This past weekend the Canadian university basketball championships were held.
It is likely all but the most ardent basketball fans in this country, or graduates of the universities involved, were aware of the championship tournaments.
In what is sadly fairly typical of Canadians, we tend to value what we have here less than what is happening somewhere else, in the world of sports that means looking south to the United States.
Everything in sports in the U.S. of course tends to be blown up to be spectacles that are often less about the sport, and are more about the hype, and that is certainly the case with ‘March Madness’.
It makes sense stateside to get caught up in the chase to be the national basketball college champion, but why we in Canada get dragged into the interest is far less clear to me. I am sure at times there are highly touted Canadian players on some of the teams to follow, but in a broader sense it is college basketball in a foreign country.
Meanwhile in Canada the championship weekend comes, and goes with so little fanfare it is all but invisible.
This year the mens’ final held the promise of being something quite interesting with the University of Calgary looking to repeat as champions against perennial powerhouse Carleton. Of course not every interesting storyline plays out to be exciting, and this final was not. The Dinos were never really in the game as the Ravens rolled to an 83-49 score. The game was disappointing, but as the Canadian championship was one I tuned into, albeit by the second half I was reading keeping only a sort of half eye on the game.
Still there was an interesting story in that the crown was the 14th in 17 years for Carleton. It was also the Ravens’ eighth W.P. McGee Trophy of the last nine-years. If that was a string stateside it would have made national headlines.
The McMaster Marauders upset top-seed Laval Rouge et Or 70-58 to capture the U Sports women’s basketball title.
The Ottawa Gee-Gees won bronze coming back from a 19-point first-half deficit to beat the Saskatchewan Huskies 63-62.
While the mens’ final Sunday was not exactly one to create memories, unless you are a big Carleton fan, I was interested at least to get a better look at who was graduating from the best programs in the sport in Canada. The graduating players this year have a new opportunity ahead, at least for some of them I expect.

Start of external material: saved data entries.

#include "app/rig_options.h"

#include <unistd.h>

#include <cmath>
#include <filesystem>
#include <fstream>
#include <iostream>

#include "app/output.h"
#include "app/workspace.h"
#include "io/rig_profile.h"
#include "lti/error.h"

namespace lw::app {
namespace {

constexpr const char* kCautionsMarker = "cautions-shown";

const char* const kCautions[] = {
    "keep the emergency stop within reach and check that it works before you start;",
    "verify the actuator and process limits (and the rig's own trips) before the first run;",
    "start at a low gain, well inside the predicted band, and raise it in small steps;",
    "a qualified person for that machine decides whether a test runs and whether a gain is "
    "kept;",
    "local codes and the site's procedures come first; this tool does not replace them.",
};

void RequirePositive(const std::optional<double>& v, const char* option) {
  if (v && !(std::isfinite(*v) && *v > 0.0)) {
    throw UsageError(std::string(option) + " " + FormatNumber(*v, 6) + ": it must be a number > 0");
  }
}

}  // namespace

void RigOptions::Add(CLI::App& sub, bool drives) {
  drives_ = drives;
  sub.add_option("--port", port_,
                 "Rig link: a serial device (/dev/ttyUSB0) or tcp:HOST:PORT (default: the rig "
                 "profile's link)");
  sub.add_option("--baud", baud_, "Serial bits per second (default: the profile's, else 115200)");
  sub.add_option("--flow", flow_, "Serial flow control: none or hardware (default none)");
  sub.add_option("--actuator", actuator_,
                 "Actuator limits LO:HI (the tightest of these, the profile's and the rig's)");
  sub.add_option("--trip", trip_, "Output trip limits LO:HI: outside them the rig is stopped");
  sub.add_option("--max-gain", max_gain_, "Largest controller gain that may be sent");
  sub.add_option("--max-step", max_step_, "Largest single open-loop actuator change");
  sub.add_option("--max-slew", max_slew_,
                 "Largest actuator change per second since the last change");
  sub.add_option("--heartbeat", heartbeat_ms_,
                 "Heartbeat interval in ms (default: a quarter of the rig's watchdog time)");
  if (drives) {
    sub.add_flag("--yes", yes_, "Confirm driving the actuator without a question");
    sub.add_flag("--dry-run", dry_run_, "Open nothing; print every line that would be sent");
  }
}

ResolvedRig RigOptions::Resolve(const Context& ctx) const {
  ResolvedRig r;
  r.yes = yes_;
  r.dry_run = dry_run_;
  if (heartbeat_ms_ < 0) {
    throw UsageError("--heartbeat " + std::to_string(heartbeat_ms_) + ": it must be >= 0 ms");
  }
  r.heartbeat_ms = heartbeat_ms_;
  r.workspace = FindWorkspace(ctx);
  std::optional<RigProfile> profile = LoadRigProfile(ctx);
  if (profile) {
    r.rig_name = profile->name;
    r.limits = LimitsFromProfile(*profile);
    if (profile->link.kind == LinkKind::kSerial) {
      r.port = profile->link.device;
      r.baud = static_cast<unsigned>(profile->link.baud);
    } else if (profile->link.kind == LinkKind::kTcp) {
      r.port = "tcp:" + profile->link.address;
    }
    r.specs.rise_max = profile->specs.rise_max_s;
    r.specs.overshoot_max = profile->specs.overshoot_max_percent;
    r.specs.zeta_min = profile->specs.zeta_min;
    r.specs.settle_max = profile->specs.settle_max_s;
    r.specs.settle_band_percent = profile->specs.settle_band_percent;
  }
  if (!port_.empty()) r.port = port_;
  if (baud_) r.baud = *baud_;
  if (!flow_.empty()) {
    if (flow_ != "none" && flow_ != "hardware") {
      throw UsageError("--flow '" + flow_ + "': expected none or hardware");
    }
    r.flow = flow_;
  }
  if (r.port.empty() && !r.dry_run) {
    throw UsageError(
        "no rig port: pass --port DEVICE or --port tcp:HOST:PORT, or run inside a rig workspace "
        "whose profile names the link");
  }
  RequirePositive(max_gain_, "--max-gain");
  RequirePositive(max_step_, "--max-step");
  RequirePositive(max_slew_, "--max-slew");
  RigLimits o;
  if (!actuator_.empty())
    std::tie(o.actuator_lo, o.actuator_hi) = ParseRange(actuator_, "--actuator");
  if (!trip_.empty()) std::tie(o.output_lo, o.output_hi) = ParseRange(trip_, "--trip");
  if (max_gain_) o.max_gain = *max_gain_;
  if (max_step_) o.max_step = *max_step_;
  if (max_slew_) o.max_slew = *max_slew_;
  RigLimits merged = r.limits.Merge(o);
  if (!(merged.actuator_lo < merged.actuator_hi)) {
    throw UsageError("--actuator '" + actuator_ +
                     "' does not overlap the profile's actuator range");
  }
  if (!(merged.output_lo < merged.output_hi)) {
    throw UsageError("--trip '" + trip_ + "' does not overlap the profile's trip limits");
  }
  merged.Validate();
  r.limits = merged;
  return r;
}

bool PrintCautions(Context& ctx, const ResolvedRig& rig) {
  if (rig.workspace) {
    std::error_code ec;
    if (std::filesystem::exists(std::filesystem::path(*rig.workspace) / kCautionsMarker, ec)) {
      return false;
    }
  }
  ctx.err << "caution: this command moves a real actuator. Before it does:\n";
  for (const char* line : kCautions) ctx.err << "  - " << line << "\n";
  if (rig.workspace) {
    ctx.err << (rig.dry_run ? "  (shown again on the first run that drives this rig)\n"
                            : "  (shown until a command has driven this rig)\n");
  }
  ctx.err.flush();
  return true;
}

void RememberCautions(Context& ctx, const ResolvedRig& rig) {
  if (!rig.workspace || rig.dry_run) return;
  std::ofstream mark(std::filesystem::path(*rig.workspace) / kCautionsMarker);
  mark << "the cautions were shown for " << ctx.command_line << "\n";
}

void ConfirmDriving(Context& ctx, const ResolvedRig& rig, const std::string& what) {
  if (rig.dry_run || rig.yes) return;
  bool terminal = isatty(STDIN_FILENO) == 1 && isatty(STDERR_FILENO) == 1;
  if (!terminal) {
    throw UsageError(what +
                     ": pass --yes to confirm when not on a terminal, or --dry-run to see the "
                     "lines it would send");
  }
  ctx.err << what << ": proceed? [y/N] " << std::flush;
  std::string answer;
  std::getline(std::cin, answer);
  if (answer != "y" && answer != "Y" && answer != "yes") {
    throw JobFailed("not confirmed; nothing was sent to the rig");
  }
}

void LogRigResult(const Context& ctx, std::string_view kind, std::string_view outcome,
                  const nlohmann::json& summary, const std::vector<std::string>& recordings) {
  LogResult(ctx, kind, outcome, summary, recordings);
}

}  // namespace lw::app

The fledgling Canadian Elite Basketball League is set to tip off in early May, and the six-team loop has a Canadian content rule – think how the Canadian Football League operates in terms of Canadian players, only for basketball. That will mean the new teams, including the Saskatchewan Rattlers based in Saskatoon, will need to draft and recruit Canadian players, most coming for the college system in this country.
The CEBL recently announced it will be holding its 2019 Entry Draft Reveal on March 23. Invitees will be present to witness top Canadian and international basketball players get announced into the CEBL through a reveal event that will unveil the picks made March 16 by the league’s teams during the closed door CEBL Entry Draft. The invite-only event, which will be held at the Art Gallery of Hamilton, will also be live streamed internationally on CEBL.tv.
The draft will go 13 rounds as teams look to stock their rosters which must include seven Canadians.
It is the Canadian content that has me most intrigued for the new league, and that has the Rattler home opener May 9, marked on my calendar as an event that I want to make it to.